import { circleRimCosines } from '../stress/circle-rim-quadrature.js';
import { completeEllipticIntegrals } from './complete-elliptic-integrals.js';

/**
 * Vertical displacement w of an elastic half-space at offset r from the centre
 * of a uniformly loaded flexible circle (radius a) and depth z, as the factor
 * W = w·E/q (in m): w = q·W/E.
 *
 * At the surface, Timoshenko & Goodier's closed forms: inside the circle
 * W = 4(1 − ν²)·a·E(r/a)/π, outside W = 4(1 − ν²)·r·[E(a/r) − (1 − a²/r²)·K(a/r)]/π,
 * on the rim 4(1 − ν²)·a/π, at the centre 2(1 − ν²)·a — the published factors
 * α = 1 (centre) and 2/π (edge) of Se = q·D·(1 − ν²)/E·α.
 * Below the surface, Boussinesq's point-load displacement
 * w = P(1 + ν)/(2πE)·[2(1 − ν)/R + z²/R³] integrated over the circle: along
 * each ray in closed form, then around the rim (as circleStressInfluence),
 * W = (1 + ν)·(1/2π)∫₀^2π a(a − r·cos t)·(2(1 − ν) + z/R)/(R + z) dt,
 * R² = a² + r² − 2ar·cos t + z², by the trapezoidal rule (about 1e-13); on the
 * axis in closed form, W = (1 + ν)·[z − z²/√(a² + z²) + 2(1 − ν)(√(a² + z²) − z)].
 *
 * W(0) − W(H) is the settlement of a layer of thickness H by the route of
 * Steinbrenner's factors (the half-space strains integrated over the layer),
 * so a circle and a rectangle are treated alike in the layered settlement.
 *
 * Source: Timoshenko & Goodier (1970), *Theory of Elasticity*, 3rd ed.
 * (the uniformly loaded circular area on a semi-infinite body); Poulos &
 * Davis (1974), ch. 3 (uniform circular load: displacements on the axis).
 *
 * @param radiusM a, m (> 0)
 * @param offsetM r, m (≥ 0)
 * @param depthM z, m (≥ 0)
 * @param poissonRatio ν (0–0.5)
 * @returns W = w·E/q, m; inputs are validated by the callers
 * @example circleDisplacementFactor(1, 0, 0, 0.3) // 1.82 (2 × 0.91 × 1)
 */
export function circleDisplacementFactor(radiusM: number, offsetM: number, depthM: number, poissonRatio: number): number {
  const a = radiusM;
  const r = offsetM;
  const z = depthM;
  const nu = poissonRatio;
  if (r === 0) {
    const slant = Math.hypot(a, z);
    return (1 + nu) * (z - (z * z) / slant + 2 * (1 - nu) * (slant - z));
  }
  if (z === 0) {
    const scale = (4 * (1 - nu * nu)) / Math.PI;
    if (r === a) return scale * a;
    if (r < a) return scale * a * completeEllipticIntegrals(r / a).e;
    const ratio = a / r;
    const { k, e } = completeEllipticIntegrals(ratio);
    return scale * r * (e - (1 - ratio * ratio) * k);
  }
  const cosines = circleRimCosines(a, r, z);
  const intervals = cosines.length - 1;
  const aa = a * a + r * r + z * z;
  const twoAr = 2 * a * r;
  const twoOneMinusNu = 2 * (1 - nu);
  let sum = 0;
  for (let k = 0; k <= intervals; k += 1) {
    const c = cosines[k] ?? 0;
    const slant = Math.sqrt(aa - twoAr * c);
    const value = (a * (a - r * c) * (twoOneMinusNu + z / slant)) / (slant + z);
    sum += k === 0 || k === intervals ? value / 2 : value;
  }
  return ((1 + nu) * sum) / intervals;
}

◆ The problem: The response should be an exact copy of every line above.

◆ Response to this exercise:
import { circleRimCosines } from '../stress/circle-rim-quadrature.js';
import { completeEllipticIntegrals } from './complete-elliptic-integrals.js';

/**
 * Vertical displacement w of an elastic half-space at offset r from the centre
 * of a uniformly loaded flexible circle (radius a) and depth z, as the factor
 * W = w·E/q (in m): w = q·W/E.
 *
 * At the surface, Timoshenko & Goodier's closed forms: inside the circle
 * W = 4(1 − ν²)·a·E(r/a)/π, outside W = 4(1 − ν²)·r·[E(a/r) − (1 − a²/r²)·K(a/r)]/π,
 * on the rim 4(1 − ν²)·a/π, at the centre 2(1 − ν²)·a — the published factors
 * α = 1 (centre) and 2/π (edge) of Se = q·D·(1 − ν²)/E·α.
 * Below the surface, Boussinesq's point-load displacement
 * w = P(1 + ν)/(2πE)·[2(1 − ν)/R + z²/R³] integrated over the circle: along
 * each ray in closed form, then around the rim (as circleStressInfluence),
 * W = (1 + ν)·(1/2π)∫₀^2π a(a − r·cos t)·(2(1 − ν) + z/R)/(R + z) dt,
 * R² = a² + r² − 2ar·cos t + z², by the trapezoidal rule (about 1e-13); on the
 * axis in closed form, W = (1 + ν)·[z − z²/√(a² + z²) + 2(1 − ν)(√(a² + z²) − z)].
 *
 * W(0) − W(H) is the settlement of a layer of thickness H by the route of
 * Steinbrenner's factors (the half-space strains integrated over the layer),
 * so a circle and a rectangle are treated alike in the layered settlement.
 *
 * Source: Timoshenko & Goodier (1970), *Theory of Elasticity*, 3rd ed.
 * (the uniformly loaded circular area on a semi-infinite body); Poulos &
 * Davis (1974), ch. 3 (uniform circular load: displacements on the axis).
 *
 * @param radiusM a, m (> 0)
 * @param offsetM r, m (≥ 0)
 * @param depthM z, m (≥ 0)
 * @param poissonRatio ν (0–0.5)
 * @returns W = w·E/q, m; inputs are validated by the callers
 * @example circleDisplacementFactor(1, 0, 0, 0.3) // 1.82 (2 × 0.91 × 1)
 */
export function circleDisplacementFactor(radiusM: number, offsetM: number, depthM: number, poissonRatio: number): number {
  const a = radiusM;
  const r = offsetM;
  const z = depthM;
  const nu = poissonRatio;
  if (r === 0) {
    const slant = Math.hypot(a, z);
    return (1 + nu) * (z - (z * z) / slant + 2 * (1 - nu) * (slant - z));
  }
  if (z === 0) {
    const scale = (4 * (1 - nu * nu)) / Math.PI;
    if (r === a) return scale * a;
    if (r < a) return scale * a * completeEllipticIntegrals(r / a).e;
    const ratio = a / r;
    const { k, e } = completeEllipticIntegrals(ratio);
    return scale * r * (e - (1 - ratio * ratio) * k);
  }
  const cosines = circleRimCosines(a, r, z);
  const intervals = cosines.length - 1;
  const aa = a * a + r * r + z * z;
  const twoAr = 2 * a * r;
  const twoOneMinusNu = 2 * (1 - nu);
  let sum = 0;
  for (let k = 0; k <= intervals; k += 1) {
    const c = cosines[k] ?? 0;
    const slant = Math.sqrt(aa - twoAr * c);
    const value = (a * (a - r * c) * (twoOneMinusNu + z / slant)) / (slant + z);
    sum += k === 0 || k === intervals ? value / 2 : value;
  }
  return ((1 + nu) * sum) / intervals;
}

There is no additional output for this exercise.